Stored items

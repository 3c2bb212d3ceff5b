// SPDX-License-Identifier: GPL-3.0-or-later
#include "db/demo.h"

#include <QFile>
#include <QTemporaryDir>
#include <algorithm>

#include "base/folders.h"
#include "db/shop_file.h"
#include "words.h"

using namespace soak;

namespace {

/// One demonstration store for all tests of this file; they only read it.
const Store& shop() {
    static QTemporaryDir folder;
    static const Store store = must(createDemoShop(folder.filePath("demo.store")));
    return store;
}

QStringList names(const std::vector<Cycle>& cycles) {
    QStringList list;
    for (const Cycle& cycle : cycles) list << cycle.name;
    return list;
}

const CycleLimit* limit(const Cycle& cycle, const char* kind, const char* phase = "") {
    const auto found = std::find_if(cycle.limits.begin(), cycle.limits.end(),
                                    [&](const CycleLimit& l) { return l.kind == kind && l.phase == phase; });
    return found == cycle.limits.end() ? nullptr : &*found;
}

}  // namespace

TEST_CASE("the demonstration shop comes back from its store as it was written", "[demo]") {
    const Store& store = shop();
    const Shop rules = must(store.shop());
    CHECK(rules.today == QDate(2025, 4, 2));
    CHECK(rules.band_rule == "root of squares");
    CHECK(must(store.grades()).size() == 432 + 185);
    CHECK(must(store.treatments()).size() == 367 + 199);
    CHECK(must(store.cautions()).size() == 116);
    CHECK(must(store.quenches()).size() == 5 + 4);
    CHECK(must(store.heats()).size() == 56 + 31);
    CHECK(names(must(store.cycles())) ==
          QStringList{"SA-300",  "SA-321",  "SA-22",   "SA-25",   "SA-6A",   "SA-8M",   "ST-174",  "H-410",
                      "N-91",    "T-91",    "H-42",    "T-42",    "C-18",    "H-D2",    "H-13",    "H-M2",
                      "SL-2024", "SL-2014", "SL-2219", "SL-2618", "SL-2011", "SL-7075", "SL-7050", "SL-7020",
                      "SL-61",   "SL-60",   "SL-356",  "SL-357",  "SL-450",  "SL-206",  "SL-520",  "AN-5083",
                      "AN-3003", "SS-450",  "HO-2024", "HO-7050", "AG-61",   "RC-2024"});
}

TEST_CASE("furnaces keep surveys with sign, controller unit and overdue dates", "[demo]") {
    const std::vector<Furnace> furnaces = must(shop().furnaces());
    REQUIRE(furnaces.size() == 6 + 4);
    const Furnace f1 = must(shop().furnace("F1"));
    REQUIRE(f1.survey.size() == 3);
    CHECK(f1.survey[2].temperature_C == 1120);
    CHECK(f1.survey[2].coldest_K == -11);
    CHECK(f1.survey[2].hottest_K == 10);
    CHECK(f1.offset_K == 1.7);  // reads 1.7 low: the metal is hotter than the reading
    CHECK(must(shop().furnace("F2")).offset_K == -0.4);
    CHECK(f1.quenches == QStringList{"W1", "A1"});
    CHECK(must(shop().furnace("F4")).controller_fahrenheit);
    CHECK(must(shop().furnace("F6")).survey_due == QDate(2024, 9, 28));
    CHECK_FALSE(must(shop().furnace("F6")).accuracy_tested.isValid());
    CHECK_THAT(refusal(shop().furnace("F9")), Catch::Contains("furnace F9 is not in the store; it holds F1, F2"));
}

TEST_CASE("cycles carry their limits, each with its reason and source", "[demo]") {
    for (const Cycle& cycle : must(shop().cycles())) {
        INFO(cycle.name.toStdString());
        CHECK(cycle.revision == 1);
        CHECK_FALSE(cycle.limits.empty());
        for (const CycleLimit& l : cycle.limits) {
            INFO(l.kind.toStdString());
            CHECK_FALSE(l.because.isEmpty());
            CHECK_FALSE(l.source.isEmpty());
            CHECK(l.margin_K >= 0);
        }
        for (const QString& id : cycle.furnaces) {
            const Furnace furnace = must(shop().furnace(id));
            CHECK(cycle.setpoint_C <= furnace.maximum_C);
            CHECK(cycle.setpoint_C >= furnace.minimum_C);
        }
        for (const QString& grade : cycle.grades) CHECK_FALSE(must(shop().gradeRowsNamed(grade)).empty());
    }
    const Cycle casting = must(shop().cycle("SA-6A"));
    CHECK(*limit(casting, "specification")->low == 1100);
    CHECK(limit(casting, "dissolved", "sigma")->margin_K == 20);
    CHECK(*limit(casting, "fraction", "ferrite")->high == 65);
    const Cycle stabilised = must(shop().cycle("SA-321"));
    CHECK(limit(stabilised, "fraction", "MX")->low);  // the stabiliser's carbide must stay
    CHECK_FALSE(limit(stabilised, "dissolved", "MX"));
    CHECK(limit(must(shop().cycle("N-91")), "not_yet_formed", "delta ferrite"));
    CHECK(limit(must(shop().cycle("H-M2")), "below_solidus")->margin_K == 15);
}

TEST_CASE("a certificate's words find the grade rows and the standing cycles", "[demo]") {
    CHECK(names(must(shop().cyclesFor("1.4462"))) == QStringList{"SA-22"});
    CHECK(names(must(shop().cyclesFor("X2CrNiMoN22-5-3 / 1.4462"))) == QStringList{"SA-22"});
    CHECK(names(must(shop().cyclesFor("cd3mwcun"))) == QStringList{"SA-6A"});
    CHECK(names(must(shop().cyclesFor("6A"))) == QStringList{"SA-6A"});  // another exact name of the same row
    CHECK(names(must(shop().cyclesFor("1.4903"))) == QStringList{"N-91", "T-91"});
    CHECK(must(shop().cyclesFor("S31803")).empty());  // only near to 1.4462
    CHECK(must(shop().cyclesFor("1.4539")).empty());
    CHECK(must(shop().gradeRowsNamed("1.4462")).size() == 2);
    CHECK(must(shop().gradeRowsNamed("S31803")).size() == 3);
    CHECK(must(shop().gradeRowsNamed("")).empty());
    CHECK(must(shop().treatmentsFor("en-1.4404-3")).size() == must(shop().treatmentsFor("en-1.4404")).size());
    CHECK(must(shop().treatmentsFor("en-1.44")).empty());
}

TEST_CASE("an empty store has the library and no shop", "[demo]") {
    QTemporaryDir folder;
    const Store store = must(createEmpty(folder.filePath("new.store")));
    CHECK(must(store.grades()).size() == 432 + 185);
    CHECK(must(store.furnaces()).empty());
    CHECK(must(store.heats()).empty());
    CHECK_FALSE(must(store.shop()).today.isValid());
    CHECK_THAT(refusal(createEmpty(store.path())), Catch::Contains("the file exists already"));
    CHECK_THAT(refusal(createEmpty("/nowhere/new.store")), Catch::Contains("/nowhere/new.store"));
    CHECK_FALSE(QFile::exists(store.path() + ".part"));
}

TEST_CASE("a shop file with a mistake is refused with its place", "[demo]") {
    const QString path = QString::fromStdString(productPath("db/demo/shop.json").string());
    QFile source(path);
    REQUIRE(source.open(QIODevice::ReadOnly));
    const QByteArray whole = source.readAll();
    const auto with = [&](const QByteArray& from, const QByteArray& to) {
        QTemporaryDir folder;
        QFile file(folder.filePath("shop.json"));
        REQUIRE(file.open(QIODevice::WriteOnly));
        QByteArray text = whole;
        const qsizetype at = text.indexOf(from);
        REQUIRE(at >= 0);
        file.write(text.replace(at, from.size(), to));
        file.close();
        return refusal(readShopFile(file.fileName()));
    };
    CHECK(with("\"2025-08-18\"", "\"18.08.2025\"") ==
          "shop.json: furnace F1: survey_due \"18.08.2025\" is not a date like 2025-04-02");
    CHECK(with("[600, 1150]", "[600]") == "shop.json: furnace F1: range_C must hold 2 numbers");
    CHECK(with("\"setpoint_C\": 1060", "\"setpoint_F\": 1060") == "shop.json: cycle SA-300: setpoint_C is missing");
    CHECK(with("\"low\": 40, \"high\": 60", "\"low\": 60, \"high\": 40") ==
          "shop.json: cycle SA-22: limit fraction: low must lie below high");
    CHECK_THAT(with("\"quenches\": [", "\"quenches\": [,"), Catch::StartsWith("shop.json: "));
}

[Problem details] Examine the data above and state how many of its lines contain the word "toStdString", with no further remarks.

[Task answer] 2